The Case for Local Shops

"It is surely the case that 'big box' stores can, owing again to their clout as buyers, deliver a host of manufactured goods at a cheaper price than the petty bourgeoisie. What is not so clear, however, is whether, once one has factored in all the public goods... the petty bourgeoisie provides--informal social work, public safety, the aesthetic pleasures of an animated and interesting streetscape, a large variety of social experiences and personalized services, acquaintance networks, informal neighborhood news and gossip, a building block of social solidarity and public action, and (in the case of the smallholding peasantry) good stewardship of the land--the petty bourgeoisie might not bem in a full accounting, a far better bargain, in the long run, than the large, impersonal capitalist firm." -- James C. Scott, Two Cheers for Anarchism

If you have never lived in a neighborhood with a thriving culture of local commercial activity, you will have no idea how different it is than shopping the big box stores.

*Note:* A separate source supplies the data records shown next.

template <typename W>
void emit_scenario(W& w, const ScenarioResult& s) {
  w.begin_object();
  w.key("id").value(s.id);
  w.key("title").value(s.title);
  if (s.sif)
    w.key("sif").value(*s.sif);
  else
    w.key("sif").null();
  w.key("target_frequency_per_yr").number(s.target_frequency_per_yr, "target frequency");
  w.key("frequency_without_sif_per_yr").number(s.frequency_without_sif_per_yr, "frequency");
  w.key("required_pfd").number(s.required_pfd, "required_pfd");
  w.key("required_rrf").number(s.required_rrf, "required_rrf");
  w.key("required_sil").value(s.required_sil);
  // Without a SIF the demand is the one on the first layer: the causes with their enabling conditions.
  double demand = 0.0;
  for (const auto& c : s.causes) demand += c.frequency_per_yr * c.enabling_product;
  w.key("demand_rate_per_yr").number(s.demand_rate_per_yr.value_or(demand), "demand rate");
  w.key("demand_mode").value(to_string(s.demand_mode.value_or(demand > 1.0 ? DemandMode::kHigh : DemandMode::kLow)));
  w.key("required_pfh").number(s.required_pfh_per_hour, "required_pfh");
  w.key("mitigated_frequency_per_yr").number(s.mitigated_frequency_per_yr, "mitigated frequency");
  w.key("meets_target").value(s.meets_target);
  emit_consequences(w, s);
  w.key("causes").begin_array();
  for (const auto& c : s.causes) {
    w.begin_object();
    w.key("id").value(c.id);
    w.key("frequency_per_yr").number(c.frequency_per_yr, "frequency");
    w.key("enabling_product").number(c.enabling_product, "enabling");
    w.key("demand_rate_per_yr").number(c.demand_rate_per_yr, "demand");
    w.key("frequency_without_sif_per_yr").number(c.frequency_without_sif_per_yr, "frequency");
    w.key("sif_credited").value(c.sif_credited);
    w.end_object();
  }
  w.end_array();
  w.key("findings").begin_array();
  for (const auto& f : s.findings) {
    w.begin_object();
    w.key("kind").value(to_string(f.kind));
    w.key("message").value(f.message);
    w.end_object();
  }
  w.end_array();
  w.key("assumptions").value(s.assumptions);
  w.key("sif_credit_pfd").number(s.sif_credit_pfd, "sif_credit_pfd");
  w.key("sif_credit_capped").value(s.sif_credit_capped);
  w.key("generated").value(s.generated);
  w.key("preliminary").value(s.preliminary);
  w.key("preliminary_because").value(s.preliminary_because);
  w.end_object();
}

template <typename W>
void emit_limits(W& w, const SifResult& s) {
  w.key("limits").begin_array();
  for (const auto& l : s.limits) {
    w.begin_object();
    w.key("kind").value(l.kind);
    if (l.subsystem)
      w.key("subsystem").value(*l.subsystem);
    else
      w.key("subsystem").null();
    if (l.element)
      w.key("element").value(*l.element);
    else
      w.key("element").null();
    w.key("sil").value(l.sil);
    w.key("message").value(l.message);
    w.end_object();
  }
  w.end_array();
}

template <typename W>
void emit_uncertainty(W& w, const SifResult& s) {
  if (s.uncertainty) {
    const auto& u = *s.uncertainty;
    w.key("uncertainty").begin_object();
    w.key("mean").number(u.mean, "mean");
    w.key("p05").number(u.p05, "p05");
    w.key("p50").number(u.p50, "p50");
    w.key("p95").number(u.p95, "p95");
    w.key("probability_meets_target").number(u.probability_meets_target, "probability");
    w.key("samples").value(u.samples);
    w.key("method").value(u.method);
    w.end_object();
  } else {
    w.key("uncertainty").null();
  }
}

template <typename W>
void emit_requirement_checks(W& w, const SifResult& s) {
  w.key("requirement_checks").begin_array();
  for (const auto& c : s.requirement_checks) {
    w.begin_object();
    w.key("check").value(c.check);
    w.key("ok").value(c.ok);
    w.key("value").number(c.value, "requirement value");
    w.key("limit").number(c.limit, "requirement limit");
    w.key("message").value(c.message);
    w.end_object();
  }
  w.end_array();
}
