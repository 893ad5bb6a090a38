// One CSV row per SIF with its key results (RFC 4180).
#include "sifter/report/csv.hpp"

#include <cstdio>

#include "sifter/model/format.hpp"
#include "sifter/report/tables.hpp"
#include "sifter/report/worksheet.hpp"

namespace sifter::report {
namespace {

std::string number(const std::optional<double>& v) {
  if (!v) return "";
  char buf[32];
  std::snprintf(buf, sizeof buf, "%.6g", checked(*v, "CSV value"));
  return buf;
}

std::string integer(const std::optional<int>& v) { return v ? std::to_string(*v) : ""; }

std::string verdict(const std::optional<bool>& meets) {
  if (!meets) return "not judged";
  return *meets ? "meets target" : "falls short";
}

}  // namespace

std::string sif_csv(const ProjectResult& result) {
  std::string out =
      "sif,title,demand_mode,pfd_avg,pfh_per_hour,rrf,required_rrf,required_pfd,sil_required,sil_probability,"
      "sil_architecture,sil_systematic,sil_achieved,meets_target,verdict,limited_by\r\n";
  for (const auto& s : result.sifs) {
    out += csv_field(s.id) + "," + csv_field(s.title) + "," + to_string(s.demand_mode) + "," + number(s.pfd_avg) + "," +
           number(s.pfh_per_hour) + "," + number(s.rrf) + "," + number(s.required_rrf) + "," + number(s.required_pfd) +
           "," + integer(s.sil_required) + "," + std::to_string(s.sil_probability) + "," +
           std::to_string(s.sil_architecture) + "," + std::to_string(s.sil_systematic) + "," +
           std::to_string(s.sil_achieved) + "," + (s.meets_target ? (*s.meets_target ? "true" : "false") : "") + "," +
           verdict(s.meets_target) + "," + csv_field(limits_words(s)) + "\r\n";
  }
  return out;
}

}  // namespace sifter::report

I shop almost every day in my neighborhood, and it is a daily pleasure, rather than the grim chore that is going to Home Depot or Walmart.


  1. Yes it is nicer but I expect you're in the top 25%. Declining marginal utility etc. As people get richer they demand more character and pleasure from shopping.

    1. Poor people need neighborhood shops much more than rich people do! See list of externalities above, and Jane Jacobs on cities.